Restrict the output to the lines below starting at the one that contains "gradient; the stress" and ending at the one that contains "use kinema_core::CoreError;", and restate them word for word, both ends included.

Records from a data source
■ ■ ■ ■ ■
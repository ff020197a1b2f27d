//! Stress from strain for `kinema analyze --material ID` (or `--youngs-modulus-gpa E
//! --poisson-ratio NU`): the extra stress columns appended to every result row.
//!
//! The strain is the small strain `ε = (G+Gᵀ)/2` of the row's gradient; the stress
//! comes from [`kinema_core::elasticity`]: full Hooke's law in 3D, and in 2D either
//! plane stress (`σzz = 0`, out-of-plane strain `ezz` reported) or plane strain
//! (`εzz = 0`, out-of-plane stress `szz` reported), chosen with `--stress-state`.
//! Stresses are written in MPa (N/mm²), tension positive; `sxy`, `syz`, `sxz` are the
//! shear components of the stress tensor. Every output with stress also carries
//! [`kinema_core::elasticity::CAUTION`] (header parameter and footer note).

use clap::ValueEnum;
use kinema_core::CoreError;
use kinema_core::elasticity::{CAUTION, Isotropic, material};
use nalgebra::{Matrix3, SMatrix};

use crate::cli::CliError;
use crate::output::{Cell, Column};
use crate::units::StrainUnit;

/// Pascals in one MPa (N/mm²), the unit of the stress columns.
const PA_PER_MPA: f64 = 1.0e6;

/// Pascals in one GPa, the unit of `--youngs-modulus-gpa`.
const PA_PER_GPA: f64 = 1.0e9;

/// Unit label of the stress columns.
pub const STRESS_UNIT: &str = "MPa";

/// The 2D idealisation chosen with `--stress-state`.
#[derive(Debug, Clone, Copy, PartialEq, Eq, ValueEnum)]
pub enum StressState {
    /// Plane stress: σzz = σxz = σyz = 0 (thin plates, free surfaces); ezz is reported.
    PlaneStress,
    /// Plane strain: εzz = εxz = εyz = 0 (long or restrained bodies); szz is reported.
    PlaneStrain,
}

impl StressState {
    /// Name as on the command line.
    pub fn name(self) -> &'static str {
        match self {
            Self::PlaneStress => "plane-stress",
            Self::PlaneStrain => "plane-strain",
        }
    }
}

/// A validated stress request: the material and, in 2D, the plane idealisation.
#[derive(Debug, Clone, PartialEq)]
pub struct StressSpec {
    /// Material ID: the preset's ID, or `custom` for `--youngs-modulus-gpa`.
    pub material_id: String,
    /// Elastic constants (E in Pa, ν).
    pub elastic: Isotropic,
    /// Where the constants come from (standard and clause, or the flags).
    pub source: String,
    /// `Some` for a 2D analysis, `None` in 3D (full Hooke's law).
    pub state: Option<StressState>,
    /// Unit of the out-of-plane strain column `ezz` (plane stress).
    pub strain_unit: StrainUnit,
}

/// The stress flags as given on the command line.
#[derive(Debug, Clone, Copy, Default)]
pub struct StressFlags<'a> {
    /// `--material ID`.
    pub material: Option<&'a str>,
    /// `--youngs-modulus-gpa E`, GPa.
    pub youngs_modulus_gpa: Option<f64>,
    /// `--poisson-ratio NU`.
    pub poisson_ratio: Option<f64>,
    /// `--stress-state`.
    pub state: Option<StressState>,
}

fn usage(msg: impl Into<String>) -> CliError {
    CliError::Usage(msg.into())
}
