/** What one row gives: its inputs as used, results and flags, or why it could not be computed. */
type RowOutcome = { inputs: VisitInputs; results: Results; flagsCell: string; error?: undefined } | { error: string };

/** computeRow's numeric inputs by registry position, kept between rows. */
const rowNumbers = new Array<unknown>(NUMERIC_FIELDS.length).fill(undefined);

/*
 * The inputs, results and flags cell of the row computeRow computed last, one of each per thread and
 * rewritten for every row (parseFieldValues into, graph/plan.ts resultsInto, FlagCodes): a row's cells
 * are written before the next row is computed.
 */
let rowInputs: VisitInputs | undefined;
let rowResults: Results | undefined;
const rowFlags = new FlagCodes();

/** A message naming the text as typed where the unit layer saw it changed (a decimal comma read as a point). */
function asTyped(err: InputError, typed: Map<string, string>): string {
  return err.problems.map((p) => describeProblem({ ...p, value: typed.get(p.value) ?? p.value })).join('; ');
}

/**
 * The computation of one row, exactly as `assess` does it: the raw inputs
 * from the cells, parseInputs (its shape check done cell by cell, the rest by
 * parseFieldValues), the graph and the checks (visitChecks). Never throws for bad
 * input: the reason (one line) comes back instead.
 */
function computeRow(layout: BatchLayout, cells: readonly ReadCell[]): RowOutcome {
  const width = layout.header.length;
  if (cells.length > width && cells.slice(width).some((c) => typeof c !== 'string' || c.trim() !== '')) {
    return { error: `row has ${cells.length} cells but the header has ${width}; extra cells: ${cells.slice(width).map(showValue).join(', ')}` };
  }
  const typed = layout.dialect.decimalComma ? new Map<string, string>() : undefined;
  try {
    // parseInputs(rawFromCells(layout, cells)), with the numbers passed by position (in one array kept between rows).
    const numbers = rowNumbers.fill(undefined);
    const inputs = parseFieldValues(numbers, readCells(layout, cells, numbers, true, typed), (rowInputs ??= {} as VisitInputs));
    const results = computeResultsInto((rowResults ??= scratchResults()), inputs);
    // Only the codes are written: the checks go straight into the flags cell.
    visitChecks(inputs, results, false, rowFlags.start());
    return { inputs, results, flagsCell: rowFlags.cell };
  } catch (err) {
    if (err instanceof InputError) return { error: typed?.size ? asTyped(err, typed) : err.message.split('\n').join('; ') };
    throw err;
  }
}
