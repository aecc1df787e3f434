// DICOM SR import (`assess --sr`): informational. dcmjs loads only when an SR is given, so this
// row shows its cost on top of an assessment; the start-up rows above must not move. The report
// is the invented demo SR of cases/sr/ (scripts/demo-sr.mjs).
import { join } from 'node:path';

export async function run({ root, bin, compare }) {
  const sr = join(root, 'cases', 'sr', 'hypertension-trial.sr.dcm');
  const r = compare([bin, 'assess', '--sr', sr, '--age', '58', '--json']);
  return [{ name: 'assess --sr (dcmjs loads), --json', ratio: r.ratio, limit: 3.5, informational: true, detail: `${r.ms.toFixed(0)} ms vs ${r.refMs.toFixed(0)} ms` }];
}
■ ■ ■ ■ ■
Response to the task:
//! The strain is the small strain `ε = (G+Gᵀ)/2` of the row's gradient; the stress
//! comes from [`kinema_core::elasticity`]: full Hooke's law in 3D, and in 2D either
//! plane stress (`σzz = 0`, out-of-plane strain `ezz` reported) or plane strain
//! (`εzz = 0`, out-of-plane stress `szz` reported), chosen with `--stress-state`.
//! Stresses are written in MPa (N/mm²), tension positive; `sxy`, `syz`, `sxz` are the
//! shear components of the stress tensor. Every output with stress also carries
//! [`kinema_core::elasticity::CAUTION`] (header parameter and footer note).

use clap::ValueEnum;
use kinema_core::CoreError;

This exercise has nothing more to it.